Here's the part that does bother me, though. Talking to him reminds me of talking to myself about ten years ago. I remember being at least that stubborn, that pigheaded, that quick to pick fights I couldn't win with managerial types who were in positions of legitimate authority. I remember doing some pretty damned outrageous things, and why I didn't get fired for half of them, I have no idea. I must have really been a good worker because honestly, I was out there. Maybe that's the reason I quit trying to help. I came into the situation with unclean hands, as it were. But, one might point out, I grew out of it. (The meds sure helped. So did the Buddhism; for one thing, I no longer drag my bad moods to work with me and dump them on other people. Buddhists consider that kind of behavior to be the height of rudeness. Would that everyone else thought likewise.)
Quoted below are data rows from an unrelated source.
// Impeller power, gassed power, flooding criteria, exact zone balance and dissipation sums.
#include <gtest/gtest.h>

#include <cmath>
#include <filesystem>
#include <random>

#include "case_fixtures.hpp"
#include "solver/flow/hydrodynamics.hpp"
#include "physics/impeller_power.hpp"
#include "mesh/zone_network.hpp"

namespace oxystrat {
namespace {

TEST(ImpellerPower, TurbulentPowerIsNpRhoN3D5) {
  // P = Np rho N^3 D^5 (definition of the power number); Rushton Np = 5.0 (docs/method.md, section 3, [sec]).
  Case c = fixtures::single_impeller("rushton", 0.5, 4, 8, 60.0);  // N = 1 rps, D = 0.5 m
  const auto net = build_zone_geometry(c);
  const auto h = compute_hydrodynamics(c, net);
  EXPECT_GT(h.impellers[0].reynolds, 1e4);  // turbulent: rho N D^2 / mu = 2.5e5
  EXPECT_NEAR(h.impellers[0].power_ungassed_w, 5.0 * 1000.0 * std::pow(0.5, 5), 1e-9);  // round-off only
  EXPECT_NEAR(h.impellers[0].tip_speed_m_s, M_PI * 0.5, 1e-12);
}

TEST(ImpellerPower, LaminarAndTransitionalRegimes) {
  // Laminar Np = Kp / Re below Re = 10 (Kp = 70 for a Rushton, docs/method.md, section 3 [sec]); turbulent above 1e4;
  // monotone log-log interpolation between (our documented stand-in for the transitional curve).
  EXPECT_NEAR(power_number(1.0, 5.0, 70.0), 70.0, 1e-12);
  EXPECT_NEAR(power_number(1e5, 5.0, 70.0), 5.0, 1e-12);
  EXPECT_NEAR(power_number(10.0, 5.0, 70.0), 7.0, 1e-12);
  double last = power_number(10.0, 5.0, 70.0);
  for (double re = 20; re < 1e4; re *= 2) {
    const double np = power_number(re, 5.0, 70.0);
    EXPECT_LE(np, last);
    last = np;
  }
}

TEST(GassedPower, CuiEtAl1996WorkedPoints) {
  // Cui, van der Lans & Luyben (1996): Pg/P0 = 1 - 12.6 Fl_G (Fl_G < 0.035), 0.62 - 1.85 Fl_G above.
  EXPECT_NEAR(cui_gassed_power_ratio(0.0), 1.0, 1e-12);
  EXPECT_NEAR(cui_gassed_power_ratio(0.02), 1.0 - 0.252, 1e-12);
  EXPECT_NEAR(cui_gassed_power_ratio(0.10), 0.62 - 0.185, 1e-12);
  // The two branches nearly meet at 0.035 (0.559 vs 0.555): the jump is below 1 %.
  EXPECT_NEAR(cui_gassed_power_ratio(0.0349999), cui_gassed_power_ratio(0.035), 0.005);
}

TEST(Flooding, NienowEtAl1985WorkedPoints) {
  // Fl_G,F = 30 Fr (D/T)^3.5 and Fl_G,CD = 0.2 Fr^0.5 (D/T)^0.5 (Nienow, Warmoeskerken, Smith & Konno 1985).
  EXPECT_NEAR(flooding_aeration_number(1.0, 0.5), 30.0 * std::pow(0.5, 3.5), 1e-12);
  EXPECT_NEAR(flooding_aeration_number(0.312, 0.344), 30.0 * 0.312 * std::pow(0.344, 3.5), 1e-12);
  EXPECT_NEAR(complete_dispersion_aeration_number(1.0, 0.5), 0.2 * std::sqrt(0.5), 1e-12);
  EXPECT_EQ(gas_regime(0.0, 0.2, 0.05), GasRegime::ungassed);
  EXPECT_EQ(gas_regime(0.3, 0.2, 0.05), GasRegime::flooded);
  EXPECT_EQ(gas_regime(0.1, 0.2, 0.05), GasRegime::loaded);
  EXPECT_EQ(gas_regime(0.01, 0.2, 0.05), GasRegime::dispersed);
}

TEST(Flooding, LowSpeedFloodsTheLowestRushton) {
  Case c = fixtures::gassed_vessel();
  c.operation.speed_rps = 0.5;  // 30 rpm at 0.8 vvm: far below the flooding speed
  const auto net = build_zone_geometry(c);
  const auto h = compute_hydrodynamics(c, net);
  EXPECT_EQ(h.impellers[0].regime, GasRegime::flooded);
  c.operation.speed_rps = 5.0;
  EXPECT_NE(compute_hydrodynamics(c, net).impellers[0].regime, GasRegime::flooded);
}

// Every zone's convective in- and outflow balance to round-off: face flows are differences of
// one stream function (1e-12 relative: round-off of a few additions of O(1) numbers).
void expect_balanced(const Case& c) {
  const auto net = build_zone_geometry(c);
  const auto h = compute_hydrodynamics(c, net);
  EXPECT_LT(max_zone_imbalance(net, h.face_flow), 1e-12) << c.title;
  double total = 0.0;
  for (double q : h.face_flow) total += std::abs(q);
  EXPECT_GT(total, 0.0) << c.title;  // there is a flow to balance
}

TEST(LoopFlow, EveryBundledCaseBalancesExactly) {
  int cases = 0;
  for (const auto& e : std::filesystem::directory_iterator(fixtures::source_dir() + "/cases")) {
    if (e.path().extension() != ".toml") continue;
    expect_balanced(read_case_file(e.path().string()).data);
    ++cases;
  }
  EXPECT_GE(cases, 3);
}

TEST(LoopFlow, RandomImpellerStacksBalanceExactly) {
  std::mt19937 rng(12345);
  const char* types[] = {"rushton", "pitched-blade-down", "pitched-blade-up", "hydrofoil-down", "hydrofoil-up",
                         "hollow-blade"};
  const char* bottoms[] = {"flat", "ellipsoidal", "hemispherical"};
  for (int trial = 0; trial < 20; ++trial) {
    const int n = 1 + static_cast<int>(rng() % 4);
    const double h = 1.0 + n * 1.0;
    std::string text = fmt::format("[vessel]\ndiameter = \"1 m\"\nliquid_height = \"{} m\"\nbottom = \"{}\"\n", h,
                                   bottoms[rng() % 3]);
    for (int m = 0; m < n; ++m) {
      text += fmt::format("[[impeller]]\ntype = \"{}\"\ndiameter = \"{} m\"\nelevation = \"{} m\"\n", types[rng() % 6],
                          0.25 + 0.05 * (rng() % 5), 0.6 + m * 1.0);
    }
    text += fmt::format("[operation]\nspeed = \"100 rpm\"\n[grid]\nradial = {}\naxial = {}\n", 4 + rng() % 10, 8 + rng() % 40);
    expect_balanced(read_case_text(text, "random").data);
  }
}

TEST(Dissipation, SumsToTheGassedPower) {
  for (const auto& e : std::filesystem::directory_iterator(fixtures::source_dir() + "/cases")) {
    if (e.path().extension() != ".toml") continue;
    const Case c = read_case_file(e.path().string()).data;
    for (int coarse : {0, 1}) {
      Case cc = c;
      if (coarse) cc.grid.radial = cc.grid.axial = 1;
      const auto net = build_zone_geometry(cc);
      const auto h = compute_hydrodynamics(cc, net);
      double sum = 0.0;
      for (int k = 0; k < net.size(); ++k) sum += h.epsilon[k] * cc.broth.density_kg_m3 * net.volume[k];
      EXPECT_NEAR(sum / h.power_gassed_w, 1.0, 1e-12) << e.path();  // round-off of a weighted split
    }
  }
}

TEST(Dissipation, DischargeZonesDissipateMostPerVolume) {
  const Case c = fixtures::single_impeller("rushton", 1.0 / 3.0, 12, 24);
  const auto net = build_zone_geometry(c);
  const auto h = compute_hydrodynamics(c, net);
  const double mean = h.power_gassed_w / (c.broth.density_kg_m3 * net.total_volume());
  for (int k = 0; k < net.size(); ++k) {
    if (net.region[k].discharge == 0) {
      EXPECT_GT(h.epsilon[k], 10.0 * mean);  // swept volume: tens of times the mean
    }
  }
}

}  // namespace
}  // namespace oxystrat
So maybe he'll grow out of it. Maybe it's just a phase. Maybe. Possibly. Except that I'm 41 and he's 53.

Book o'the Decade Alert! I started Mockingjay, Part Three of the Hunger Games series, last night. Part two, Catching Fire, ends on one hell of a cliffhanger. It would not hurt to have Mockingjay around as you wind down the last couple of chapters. I'm just sayin'.

*Mr. Burns is a fictional client. He did not get into a car accident, in which he was not injured, and we did not sue anyone on his behalf. He makes a darn handy cover for things that happen in real cases, though, which I'm not at liberty to discuss otherwise. Thanks, Burnsie.

2 comments:

Cele said...

Oh mi gosh that was a perfect post for the topic. I kept wanting to say, "Breathe Jen, breathe." Hmmm, now I have to figure out what I'm going to write. It may take a day or two. How's the racoon?

Jen said...

Apparently still has a healthy appetite, judging by the amount of vanishing cat food. Otherwise haven't seen her. Or caught her for that matter.

Ironically my asthma has been kicking my butt lately. So "breathe, Jen, breathe" in the literal sense. Wheeze. Wheeze.